> [Exercise description]
Search the records for the string "tens" and copy every line in which it appears.

> [Provided entries]
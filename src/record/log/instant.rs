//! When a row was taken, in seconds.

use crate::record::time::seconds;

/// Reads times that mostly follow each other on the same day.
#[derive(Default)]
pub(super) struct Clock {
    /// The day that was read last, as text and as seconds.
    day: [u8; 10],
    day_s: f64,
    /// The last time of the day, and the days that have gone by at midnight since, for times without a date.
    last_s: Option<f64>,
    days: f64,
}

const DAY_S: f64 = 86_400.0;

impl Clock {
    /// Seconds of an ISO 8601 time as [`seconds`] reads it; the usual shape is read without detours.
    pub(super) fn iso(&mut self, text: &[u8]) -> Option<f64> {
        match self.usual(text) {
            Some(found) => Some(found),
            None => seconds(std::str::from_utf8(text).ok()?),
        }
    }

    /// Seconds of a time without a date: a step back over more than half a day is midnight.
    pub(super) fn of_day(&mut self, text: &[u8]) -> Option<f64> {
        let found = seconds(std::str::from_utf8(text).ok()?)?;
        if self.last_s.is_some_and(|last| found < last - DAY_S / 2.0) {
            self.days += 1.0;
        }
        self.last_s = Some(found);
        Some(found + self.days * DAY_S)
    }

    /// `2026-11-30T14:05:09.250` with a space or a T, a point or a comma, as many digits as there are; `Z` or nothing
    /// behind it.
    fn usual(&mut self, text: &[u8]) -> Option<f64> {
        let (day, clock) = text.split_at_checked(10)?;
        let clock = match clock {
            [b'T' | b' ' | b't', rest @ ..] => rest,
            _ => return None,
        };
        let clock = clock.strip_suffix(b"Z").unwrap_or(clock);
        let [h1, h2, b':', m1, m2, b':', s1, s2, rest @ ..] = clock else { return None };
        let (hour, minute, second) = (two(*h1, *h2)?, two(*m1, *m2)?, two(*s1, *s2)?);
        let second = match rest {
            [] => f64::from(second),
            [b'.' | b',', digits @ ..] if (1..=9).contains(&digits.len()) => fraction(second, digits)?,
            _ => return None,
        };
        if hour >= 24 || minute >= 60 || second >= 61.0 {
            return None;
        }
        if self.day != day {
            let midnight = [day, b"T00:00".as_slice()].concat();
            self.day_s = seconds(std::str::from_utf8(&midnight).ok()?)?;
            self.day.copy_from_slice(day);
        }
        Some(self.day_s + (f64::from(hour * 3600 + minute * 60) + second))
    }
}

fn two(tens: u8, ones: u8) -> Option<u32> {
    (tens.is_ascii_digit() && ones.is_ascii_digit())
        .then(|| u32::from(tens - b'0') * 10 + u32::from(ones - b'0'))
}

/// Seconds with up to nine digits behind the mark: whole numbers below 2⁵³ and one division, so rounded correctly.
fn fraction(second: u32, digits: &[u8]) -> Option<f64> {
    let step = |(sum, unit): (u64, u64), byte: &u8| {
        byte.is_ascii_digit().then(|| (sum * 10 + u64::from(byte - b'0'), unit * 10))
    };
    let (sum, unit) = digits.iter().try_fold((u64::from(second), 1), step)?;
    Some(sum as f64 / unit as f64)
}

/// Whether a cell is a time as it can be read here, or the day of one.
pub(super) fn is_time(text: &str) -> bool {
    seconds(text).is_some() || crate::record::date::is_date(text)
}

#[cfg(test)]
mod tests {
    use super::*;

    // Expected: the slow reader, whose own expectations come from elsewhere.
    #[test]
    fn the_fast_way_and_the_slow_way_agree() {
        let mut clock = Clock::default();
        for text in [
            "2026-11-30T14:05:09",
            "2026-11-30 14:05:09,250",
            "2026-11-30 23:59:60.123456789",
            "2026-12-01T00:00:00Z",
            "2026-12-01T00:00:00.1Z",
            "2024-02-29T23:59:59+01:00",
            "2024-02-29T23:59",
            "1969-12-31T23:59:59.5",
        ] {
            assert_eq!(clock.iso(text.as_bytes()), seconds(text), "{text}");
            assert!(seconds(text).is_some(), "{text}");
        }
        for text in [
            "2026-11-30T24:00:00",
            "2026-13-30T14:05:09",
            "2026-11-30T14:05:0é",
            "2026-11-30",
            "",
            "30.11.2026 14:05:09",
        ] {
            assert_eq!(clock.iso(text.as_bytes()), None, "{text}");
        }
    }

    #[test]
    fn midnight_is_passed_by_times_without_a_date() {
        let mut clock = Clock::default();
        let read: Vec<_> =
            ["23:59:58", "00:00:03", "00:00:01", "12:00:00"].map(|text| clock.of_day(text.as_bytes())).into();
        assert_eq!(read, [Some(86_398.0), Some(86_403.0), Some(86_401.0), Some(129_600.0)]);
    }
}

--

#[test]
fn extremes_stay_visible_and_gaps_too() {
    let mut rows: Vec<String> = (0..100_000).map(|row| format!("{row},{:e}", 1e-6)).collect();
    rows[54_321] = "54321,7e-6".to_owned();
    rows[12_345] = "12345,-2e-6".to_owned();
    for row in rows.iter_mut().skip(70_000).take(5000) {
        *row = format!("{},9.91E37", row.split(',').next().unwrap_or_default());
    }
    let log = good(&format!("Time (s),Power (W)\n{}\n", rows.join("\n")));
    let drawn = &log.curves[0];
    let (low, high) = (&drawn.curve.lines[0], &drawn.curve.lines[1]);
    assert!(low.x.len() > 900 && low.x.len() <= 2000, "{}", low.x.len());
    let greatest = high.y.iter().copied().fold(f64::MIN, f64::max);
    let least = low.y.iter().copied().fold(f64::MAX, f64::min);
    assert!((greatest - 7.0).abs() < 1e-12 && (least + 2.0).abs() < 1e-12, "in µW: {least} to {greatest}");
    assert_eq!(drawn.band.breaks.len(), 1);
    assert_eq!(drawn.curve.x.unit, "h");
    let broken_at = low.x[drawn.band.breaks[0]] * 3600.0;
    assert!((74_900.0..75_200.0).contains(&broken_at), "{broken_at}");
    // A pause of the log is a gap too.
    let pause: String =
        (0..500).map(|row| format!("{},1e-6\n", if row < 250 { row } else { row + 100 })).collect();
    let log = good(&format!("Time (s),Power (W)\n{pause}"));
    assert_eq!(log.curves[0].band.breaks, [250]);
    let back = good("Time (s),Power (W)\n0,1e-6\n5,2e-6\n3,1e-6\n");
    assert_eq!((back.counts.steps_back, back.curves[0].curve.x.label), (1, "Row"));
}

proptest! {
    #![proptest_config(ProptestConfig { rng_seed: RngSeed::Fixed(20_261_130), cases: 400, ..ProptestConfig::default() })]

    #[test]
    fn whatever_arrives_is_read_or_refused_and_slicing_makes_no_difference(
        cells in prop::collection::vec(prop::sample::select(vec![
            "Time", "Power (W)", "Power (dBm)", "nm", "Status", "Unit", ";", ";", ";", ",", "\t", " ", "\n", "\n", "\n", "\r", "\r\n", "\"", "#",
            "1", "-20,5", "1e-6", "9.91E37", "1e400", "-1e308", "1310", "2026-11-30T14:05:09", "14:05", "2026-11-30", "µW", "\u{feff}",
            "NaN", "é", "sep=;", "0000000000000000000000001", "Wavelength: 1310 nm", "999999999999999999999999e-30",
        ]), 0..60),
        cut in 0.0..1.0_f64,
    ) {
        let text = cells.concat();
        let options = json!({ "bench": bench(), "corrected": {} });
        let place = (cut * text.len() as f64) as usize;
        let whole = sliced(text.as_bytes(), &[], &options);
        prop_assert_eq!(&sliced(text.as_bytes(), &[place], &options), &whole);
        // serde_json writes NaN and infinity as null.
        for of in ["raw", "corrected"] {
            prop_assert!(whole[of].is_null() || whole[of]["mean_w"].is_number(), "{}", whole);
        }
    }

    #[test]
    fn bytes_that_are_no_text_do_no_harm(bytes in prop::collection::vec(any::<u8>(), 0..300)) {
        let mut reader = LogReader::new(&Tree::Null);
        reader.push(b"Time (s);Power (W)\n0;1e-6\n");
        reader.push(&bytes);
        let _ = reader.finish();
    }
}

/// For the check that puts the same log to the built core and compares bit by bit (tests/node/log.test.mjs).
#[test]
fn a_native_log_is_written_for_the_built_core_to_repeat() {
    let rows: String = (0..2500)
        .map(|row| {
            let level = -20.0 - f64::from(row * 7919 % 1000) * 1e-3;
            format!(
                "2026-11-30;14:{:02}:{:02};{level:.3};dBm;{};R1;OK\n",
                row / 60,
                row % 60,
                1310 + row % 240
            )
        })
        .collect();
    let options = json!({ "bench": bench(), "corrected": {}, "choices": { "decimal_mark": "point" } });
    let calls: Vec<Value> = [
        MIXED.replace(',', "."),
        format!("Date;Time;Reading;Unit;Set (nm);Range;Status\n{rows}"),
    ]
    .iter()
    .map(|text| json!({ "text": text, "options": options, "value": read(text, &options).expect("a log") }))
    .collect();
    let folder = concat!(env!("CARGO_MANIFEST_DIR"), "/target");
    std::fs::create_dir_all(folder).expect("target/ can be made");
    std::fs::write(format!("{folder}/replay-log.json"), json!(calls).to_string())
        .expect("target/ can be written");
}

> [Written answer]
fn two(tens: u8, ones: u8) -> Option<u32> {
    (tens.is_ascii_digit() && ones.is_ascii_digit())
        .then(|| u32::from(tens - b'0') * 10 + u32::from(ones - b'0'))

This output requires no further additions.